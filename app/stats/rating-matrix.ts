/**
 * The subjects × readers layout every agreement statistic starts from.
 *
 * A subject is what the readers scored: a case (one method, one question) or, pooled over
 * methods, a (case, method) image. `values[s * readers + r]` is reader r's score of subject s,
 * NaN where that reader gave none. Category counts per subject (how many readers put it in each
 * category) serve the statistics that need no reader identity (Fleiss, Krippendorff, Gwet,
 * percent agreement).
 */

export interface RatingMatrix {
  subjects: number;
  readers: number;
  /** Row-major subjects × readers; NaN marks a missing rating. */
  values: Float64Array;
}

export function ratingMatrix(rows: ReadonlyArray<ReadonlyArray<number | null>>): RatingMatrix {
  const subjects = rows.length;
  const readers = subjects > 0 ? rows[0].length : 0;
  const values = new Float64Array(subjects * readers);
  rows.forEach((row, s) => {
    if (row.length !== readers) {
      throw new RangeError(`subject ${s + 1} has ${row.length} rating slots, subject 1 has ${readers}: give one column per reader`);
    }
    row.forEach((v, r) => {
      values[s * readers + r] = v === null ? Number.NaN : v;
    });
  });
  return { subjects, readers, values };
}

/** Indices of the subjects every reader scored. */
export function completeSubjects(m: RatingMatrix): number[] {
  const out: number[] = [];
  for (let s = 0; s < m.subjects; s++) {
    let ok = true;
    for (let r = 0; r < m.readers && ok; r++) ok = !Number.isNaN(m.values[s * m.readers + r]);
    if (ok) out.push(s);
  }
  return out;
}

/** The complete subjects as plain rows, for the modules that take `number[][]`. */
export function completeRowsOf(m: RatingMatrix): number[][] {
  return completeSubjects(m).map((s) => Array.from(m.values.subarray(s * m.readers, (s + 1) * m.readers)));
}

/** Sorted distinct scores present in the matrix. */
export function observedCategories(m: RatingMatrix): number[] {
  const seen = new Set<number>();
  for (const v of m.values) if (!Number.isNaN(v)) seen.add(v);
  return [...seen].sort((a, b) => a - b);
}

export interface CategoryCounts {
  subjects: number;
  /** Category values, ascending. */
  categories: readonly number[];
  /** Row-major subjects × categories: readers who put subject s in category c. */
  counts: Float64Array;
  /** Ratings per subject. */
  rated: Float64Array;
}

/** Per-subject category counts. A score not among `categories` is an error. */
export function categoryCounts(m: RatingMatrix, categories: readonly number[]): CategoryCounts {
  const q = categories.length;
  const index = new Map(categories.map((c, j) => [c, j]));
  const counts = new Float64Array(m.subjects * q);
  const rated = new Float64Array(m.subjects);
  for (let s = 0; s < m.subjects; s++) {
    for (let r = 0; r < m.readers; r++) {
      const v = m.values[s * m.readers + r];
      if (Number.isNaN(v)) continue;
      const j = index.get(v);
      if (j === undefined) {
        throw new RangeError(`subject ${s + 1}, reader ${r + 1}: score ${v} is not one of the categories ${categories.join(', ')}`);
      }
      counts[s * q + j] += 1;
      rated[s] += 1;
    }
  }
  return { subjects: m.subjects, categories, counts, rated };
}

/**
 * Subjects with the same category counts, merged: `patterns` holds each distinct count vector once
 * and `patternOf[s]` names subject s's. A statistic that takes per-subject multiplicities gives the
 * same value on the patterns with summed multiplicities, at the cost of the (few) distinct patterns
 * rather than the (many) subjects; the bootstrap relies on this.
 */
export function distinctPatterns(cc: CategoryCounts): { patterns: CategoryCounts; patternOf: Int32Array } {
  const q = cc.categories.length;
  const index = new Map<string, number>();
  const patternOf = new Int32Array(cc.subjects);
  const firsts: number[] = [];
  for (let s = 0; s < cc.subjects; s++) {
    const key = cc.counts.subarray(s * q, (s + 1) * q).join(',');
    let p = index.get(key);
    if (p === undefined) {
      p = firsts.length;
      index.set(key, p);
      firsts.push(s);
    }
    patternOf[s] = p;
  }
  const counts = new Float64Array(firsts.length * q);
  const rated = new Float64Array(firsts.length);
  firsts.forEach((s, p) => {
    counts.set(cc.counts.subarray(s * q, (s + 1) * q), p * q);
    rated[p] = cc.rated[s];
  });
  return { patterns: { subjects: firsts.length, categories: cc.categories, counts, rated }, patternOf };
}
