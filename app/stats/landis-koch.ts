/**
 * Words for kappa-type coefficients after the benchmarks of Landis & Koch (1977).
 *
 * Landis, J. R., & Koch, G. G. (1977). The measurement of observer agreement for categorical
 * data. Biometrics, 33(1), 159–174. https://doi.org/10.2307/2529310
 *
 *   < 0.00 poor · 0.00–0.20 slight · 0.21–0.40 fair · 0.41–0.60 moderate ·
 *   0.61–0.80 substantial · 0.81–1.00 almost perfect
 *
 * (Bands as commonly quoted; from memory, the paper was not consulted here. The printed bands
 * leave gaps such as 0.20–0.21; we cut at 0.20, 0.40, 0.60 and 0.80, each cut belonging to the
 * lower band, which is common practice.) The authors offered these as a
 * convention, "clearly arbitrary"; they are not a test and not a property of the data, so every
 * place that shows a word also says it is a convention.
 */

export const INTERPRETATION_CONVENTION =
  'Landis & Koch (1977) benchmarks for kappa-type coefficients: <0 poor, 0-0.20 slight, 0.21-0.40 fair, ' +
  '0.41-0.60 moderate, 0.61-0.80 substantial, 0.81-1 almost perfect. A convention, not a test.';

export type LandisKochWord = 'poor' | 'slight' | 'fair' | 'moderate' | 'substantial' | 'almost perfect';

export function landisKoch(value: number | null): LandisKochWord | null {
  if (value === null || !Number.isFinite(value)) return null;
  // A value within floating-point noise of 0 (e.g. -1e-17 where p_o = p_e) is 0, not "poor".
  if (value < -1e-12) return 'poor';
  if (value <= 0.2) return 'slight';
  if (value <= 0.4) return 'fair';
  if (value <= 0.6) return 'moderate';
  if (value <= 0.8) return 'substantial';
  return 'almost perfect';
}
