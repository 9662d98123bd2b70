/**
 * Side-by-side reading: two panes that scroll, zoom, pan, window and invert together, and a
 * comparative question on a symmetric scale, built by `veil build` from a template.
 */
import { expect, test } from '@playwright/test';
import Database from 'better-sqlite3';
import { join } from 'node:path';
import { serve, type ServedStudy } from './host.ts';
import { makeStudy } from './study.ts';

const SCREENS = 'test-results/screens';

let dir: string;
let host: ServedStudy;
test.beforeAll(async () => {
  dir = makeStudy({
    questions: `questions:
  - id: preference
    text: Which image shows the rim of the disc more sharply?
    type: comparative
    scale: {points: 7, low: Left much better, high: Right much better}
  - id: confidence
    text: How sure are you?
    scale: {points: 5, low: Guessing, high: Certain}`,
    design: '  presentation: side-by-side\n  sessions: 1',
    size: 96,
    slices: 6,
  });
  host = await serve(dir);
});
test.afterAll(async () => { await host?.stop(); });

test('two linked panes and a comparative question', async ({ page }) => {
  const errors: string[] = [];
  page.on('pageerror', (e) => errors.push(e.message));
  page.on('console', (m) => { if (m.type() === 'error') errors.push(m.text()); });
  // Hold the first image back a moment to see the loading state.
  let release!: () => void;
  const held = new Promise<void>((r) => { release = r; });
  await page.route('**/api/itemPixels', async (route) => { await held; await route.continue(); });
  await page.goto(`${host.url}#/read/R1`);
  await expect(page.getByTestId('display-check-confirm')).toBeFocused();
  await page.keyboard.press('Enter');
  await expect(page.getByTestId('image-loading')).toBeVisible();
  await expect(page.getByTestId('progress-text')).toHaveText('Item 1 of 2');
  await page.screenshot({ path: `${SCREENS}/loading.png` });
  release();

  const both = async (id: string, text: string | RegExp) => {
    await expect(page.getByTestId(`${id}-0`)).toHaveText(text);
    await expect(page.getByTestId(`${id}-1`)).toHaveText(text);
  };
  await expect(page.getByTestId('side-0')).toHaveText('Left');
  await expect(page.getByTestId('side-1')).toHaveText('Right');
  await both('slice-label', 'Slice 4 / 6');

  // Linked scroll: keys and the wheel over either pane move both.
  await page.keyboard.press('ArrowRight');
  await both('slice-label', 'Slice 5 / 6');
  await page.getByTestId('viewer-pane-1').hover();
  await page.mouse.wheel(0, 120);
  await both('slice-label', 'Slice 6 / 6');
  // Left-button drag scrolls too (upwards: earlier slices).
  const pane0 = (await page.getByTestId('viewer-pane-0').boundingBox())!;
  await page.mouse.move(pane0.x + pane0.width / 2, pane0.y + pane0.height / 2);
  await page.mouse.down();
  await page.mouse.move(pane0.x + pane0.width / 2, pane0.y + pane0.height / 2 - 40, { steps: 5 });
  await page.mouse.up();
  await both('slice-label', 'Slice 1 / 6');

  // Linked window: a right-button drag on the left pane sets both.
  const before = await page.getByTestId('window-0').textContent();
  await page.mouse.move(pane0.x + pane0.width / 2, pane0.y + pane0.height / 2);
  await page.mouse.down({ button: 'right' });
  await page.mouse.move(pane0.x + pane0.width / 2 - 80, pane0.y + pane0.height / 2 + 40, { steps: 4 });
  await page.mouse.up({ button: 'right' });
  await expect(page.getByTestId('window-0')).not.toHaveText(before!);
  await both('window', (await page.getByTestId('window-0').textContent())!);
  await both('window-name', 'Manual');

  // Linked zoom (Ctrl + wheel) and pan: both panes change, the same way.
  await page.getByTestId('viewer-pane-0').hover();
  await page.keyboard.down('Control');
  await page.mouse.wheel(0, -120);
  await page.keyboard.up('Control');
  await both('zoom', /^\d+ %$/);
  await both('zoom', (await page.getByTestId('zoom-0').textContent())!);
  const shots = async () => Promise.all([0, 1].map((i) => page.getByTestId(`viewer-pane-${i}`).screenshot()));
  const unpanned = await shots();
  await page.keyboard.press('Shift+ArrowRight');
  await page.keyboard.press('Shift+ArrowDown');
  const panned = await shots();
  expect(panned[0].equals(unpanned[0])).toBe(false);
  expect(panned[1].equals(unpanned[1])).toBe(false);
  await page.keyboard.press('i');
  await expect(page.getByTestId('viewer')).toContainText('inverted');
  await page.keyboard.press('r');
  await both('zoom', 'Fit');
  await both('window-name', 'Default');

  // The comparative question: 7 points from "left much better" to "right much better".
  const q = page.getByTestId('question-preference');
  await expect(q).toContainText('◀ Left much better');
  await expect(q).toContainText('Right much better ▶');
  await expect(page.getByTestId('point-preference-4')).toContainText('No difference');
  await page.keyboard.press('6');
  await page.keyboard.press('4');
  await page.keyboard.press('ArrowRight');
  await page.screenshot({ path: `${SCREENS}/side-by-side.png` });
  await page.keyboard.press('Enter');
  await expect(page.getByTestId('progress-text')).toHaveText('Item 2 of 2');
  await page.keyboard.press('2');
  await page.keyboard.press('3');
  await page.keyboard.press('Enter');
  await expect(page.getByTestId('done')).toBeVisible();
  expect(errors).toEqual([]);

  const db = new Database(join(dir, 'kits', 'R1', 'answers.sqlite'), { readonly: true });
  const rows = db.prepare("SELECT score FROM answer WHERE question_id = 'preference' ORDER BY id").all();
  db.close();
  expect(rows).toEqual([{ score: 6 }, { score: 2 }]);
});
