/**
 * `veil report` on the demo study, opened in Chromium: every figure and table of the HTML report
 * is there and drawn; then the analysis screen shows the same tables and figures, filters them and
 * exports the report. Screenshots: test-results/screens/report-html.png, analysis.png.
 */
import { expect, test, type APIRequestContext } from '@playwright/test';
import { spawnSync } from 'node:child_process';
import { existsSync } from 'node:fs';
import { join } from 'node:path';
import { pathToFileURL } from 'node:url';
import { REPO, makeDemo, serve, type ServedStudy, callApi } from './host.ts';

const VEIL = join(REPO, 'bin', 'veil.mjs');
const TABLES = ['design', 'descriptives', 'distribution', 'comparisons', 'friedman', 'agreement', 'reading-time'];
const FIGURES = ['likert', 'forest', 'kappa-heatmap', 'reading-time'];

let dir: string;
let host: ServedStudy;

test.beforeAll(async () => {
  test.setTimeout(180_000); // the demo build takes a while on a busy two-core machine
  dir = makeDemo();
  host = await serve(dir);
});
test.afterAll(async () => { await host?.stop(); });

const call = (request: APIRequestContext, op: string, data: unknown) => callApi(request, host, op, data);

test('veil report writes an HTML report with every figure and table, and the analysis screen shows them', async ({ page, request }) => {
  test.setTimeout(120_000);
  // A reader scores a few items with reading times, and the coordinator collects the bundle.
  const kit = await call(request, 'openKit', { reader: 'R1' }) as { items: { id: string }[]; questions: { id: string }[] };
  for (const [i, it] of kit.items.slice(0, 4).entries()) {
    await call(request, 'submitAnswer', { reader: 'R1', itemId: it.id, scores: Object.fromEntries(kit.questions.map((q) => [q.id, 3])), seconds: 20 + 5 * i });
  }
  const { file } = await call(request, 'exportResults', { reader: 'R1' }) as { file: string };
  const collected = spawnSync(process.execPath, [VEIL, 'collect', dir, file], { encoding: 'utf8' });
  expect(collected.status, collected.stderr).toBe(0);

  const out = join(dir, 'report');
  const r = spawnSync(process.execPath, [VEIL, 'report', dir, '--out', out, '--bootstrap', '500'], { encoding: 'utf8' });
  expect(r.status, r.stderr).toBe(0);
  expect(r.stdout).toMatch(/Wrote 108 ratings/);
  for (const f of ['ratings.csv', 'tables.md', 'tables.tex', 'report.html', 'methods.txt']) expect(existsSync(join(out, f)), f).toBe(true);

  await page.goto(pathToFileURL(join(out, 'report.html')).href);
  await expect(page.getByRole('heading', { level: 1 })).toContainText('Phantom brain');
  for (const id of TABLES) {
    const t = page.locator(`[data-table="${id}"] table`);
    await expect(t, id).toBeVisible();
    expect(await t.locator('tbody tr').count(), id).toBeGreaterThan(0);
  }
  for (const id of FIGURES) {
    const svg = page.locator(`[data-figure="${id}"] svg`);
    await expect(svg, id).toBeVisible();
    expect((await svg.boundingBox())!.height, id).toBeGreaterThan(50);
    expect(await svg.locator('path, rect, line').count(), id).toBeGreaterThan(5);
  }
  // Reading time now has the collected reader's seconds: box plots, not the "none recorded" note.
  await expect(page.locator('[data-figure="reading-time"] svg')).not.toContainText('No reading times');
  await expect(page.getByTestId('methods-text')).toContainText('Obuchowski–Rockette');
  await page.screenshot({ path: 'test-results/screens/report-html.png', fullPage: true });

  // The analysis screen of the served study.
  await page.goto(`${host.url}#/coordinator`);
  await page.getByTestId('to-analysis').click();
  await expect(page.getByTestId('analysis')).toBeVisible({ timeout: 60_000 });
  for (const id of TABLES) await expect(page.locator(`[data-table="${id}"]`), id).toBeVisible();
  for (const id of FIGURES) await expect(page.locator(`[data-figure="${id}"] svg`), id).toBeVisible();
  await page.screenshot({ path: 'test-results/screens/analysis.png', fullPage: true });

  await page.getByTestId('filter-question').selectOption('sharpness');
  await expect(page.locator('[data-table="descriptives"] tbody tr')).toHaveCount(3, { timeout: 60_000 });
  await expect(page.locator('[data-table="descriptives"] tbody')).not.toContainText('artifacts');
  await page.getByTestId('export-out').fill(join(dir, 'report-sharpness'));
  await page.getByTestId('export').click();
  await expect(page.getByTestId('exported')).toContainText(join(dir, 'report-sharpness'), { timeout: 60_000 });
  expect(existsSync(join(dir, 'report-sharpness', 'report.html'))).toBe(true);
  await page.screenshot({ path: 'test-results/screens/analysis-filtered.png', fullPage: true });
});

------

→ Task to carry out
Please tally each line in the material above that contains "pathToFileURL", and let the number be your entire reply.

→ Problem solution
2